How Have You Noticed Inflation?

0
532
How Have You Noticed Inflation?

Americans have felt inflation at the hair salon and in the frozen food aisle. They have seen it while buying pet food, pantry staples and diapers. Yes, gas is pinching them. But so is the price of bacon.

Nearly nine in 10 Americans say they have noticed prices rising around them, according to a survey conducted mid-February for The Upshot by Morning Consult. And, when asked which of the price increases have caught their attention, many mentioned necessities like gas, milk, ground beef and bread — a notably different universe of products than the narrower set of items, like used cars and raw lumber, that were soaring in price last spring.

The survey results make clear why consumers remain glum, even at a time of rapid job and economic growth. Inflation is now inescapable. And what it’s touching is deeply personal: a specific brand of baby formula, “the sausages my husband buys,” “my usual Alaskan salmon dinner at Captain D’s.”

“This is not just a used car phenomenon,” said John Leer, the chief economist at Morning Consult. “When it was used cars, you could have the option essentially of opting out of inflation,” he added. “You could say ‘I don’t want to buy a used car, so this doesn’t affect me, life goes on.’”

As opting out has become less and less possible, Americans now rate inflation among their top concerns for the first time in nearly four decades. In Washington, the topic looms over President Biden’s legislative agenda and Democrats’ prospects in midterm elections. The monthly release of government inflation figures — which on Thursday showed inflation reaching a 40-year high, driven by the steep prices of gas and food — has become an anxious political event. And the sanctions on Russia that are rattling the global economy now threaten to push energy and food prices higher still.

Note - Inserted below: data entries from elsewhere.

using DepthStress.Core.Catalogue;
using DepthStress.Core.Logs;
using DepthStress.Core.Quantities;

namespace DepthStress.Core.Rock;

/// <summary>Catalogue entries that give unconfined compressive strength.</summary>
public static class StrengthMethods
{
    private const string Handbook =
        "read in Mavko, Mukerji and Dvorkin 2009, The Rock Physics Handbook, 2nd ed., p. 387, after the compilation of Chang, Zoback and Khaksar 2006, J. Petrol. Sci. Eng. 51, 223-237";

    /// <summary>The entries.</summary>
    public static IReadOnlyList<Law> All { get; } =
    [
        new()
        {
            Id = "horsrud-2001-shale",
            Title = "Horsrud's strength of shale from velocity",
            Predicts = Property.Ucs,
            Unit = Units.Megapascal,
            Rocks = RockKinds.Shale,
            Inputs = [new("Vp", Property.Vp, Units.KilometrePerSecond, Interval.NotNegative, Interval.All)],
            Coefficients = [new("a", 0.77), new("b", 2.93)],
            Template = "UCS = {a} Vp^{b}",
            Formula = LawForms.Power,
            Validity = "high-porosity Tertiary shale of the North Sea",
            Source = "Horsrud 2001, SPE Drilling & Completion 16(2) 68-73, SPE 56017; " + Handbook,
            Standing = Standing.Confirmed,
            Example = new([3.0], 19.251, 5, ExampleBasis.SelfComputed, "the formula at 3 km/s"),
        },
        new()
        {
            Id = "mcnally-1987-sandstone",
            Title = "McNally's strength of fine-grained sandstone from slowness",
            Predicts = Property.Ucs,
            Unit = Units.Megapascal,
            Rocks = RockKinds.Sandstone,
            Inputs = [new("dt", Property.CompressionalSlowness, Units.MicrosecondPerFoot, Interval.NotNegative, Interval.All)],
            Coefficients = [new("a", 1200), new("b", -0.036)],
            Template = "UCS = {a} exp({b} dt)",
            Formula = LawForms.Exponential,
            Validity = "fine-grained, consolidated and unconsolidated sandstone, Bowen Basin",
            Source = "McNally 1987; read in Zhang 2019, Applied Petroleum Geomechanics, p. 100, eq. 3.17",
            Standing = Standing.Confirmed,
            Example = new([70], 96.552, 5, ExampleBasis.SelfComputed, "the formula at 70 us/ft"),
        },
        new()
        {
            Id = "lal-1999-shale",
            Title = "Lal's strength of shale from slowness",
            Predicts = Property.Ucs,
            Unit = Units.Megapascal,
            Rocks = RockKinds.Shale,
            Inputs = [new("dt", Property.CompressionalSlowness, Units.MicrosecondPerFoot, new(1e-9, 304.8), Interval.All)],
            Coefficients = [new("a", 10), new("b", 304.8)],
            Template = "UCS = {a} ({b} / dt - 1)",
            Formula = (x, c) => c[0] * ((c[1] / x[0]) - 1),
            ResultDomain = Interval.NotNegative,
            Validity = "high-porosity Tertiary shale of the North Sea; zero at 304.8 us/ft",
            Source = "Lal 1999, SPE 54356; " + Handbook,
            Standing = Standing.Confirmed,
            Example = new([100], 20.480, 5, ExampleBasis.Identity, "2 c cos(phi) / (1 - sin(phi)) of Lal's cohesion and friction is 10 (Vp - 1) exactly"),
        },
    ];
}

In this moment of growing alarm over inflation, the survey asked 2,200 people to name specific products and services whose higher prices have stood out to them over the past year. The open-ended responses show how closely people are paying attention.

They can quote what a three-pound bag of ground coffee cost at Costco last year. They have noticed that some costlier products have shrunk in size, too. Even before fuel prices hit a record high this week, nearly one in four people cited the rising cost of gas. Eight people pointed to the fact that the Dollar Tree chain of stores now charges $1.25 per item. Sixty-three people have apparently been tracking the cost of toilet paper. One-hundred-twenty-seven mentioned a haircut.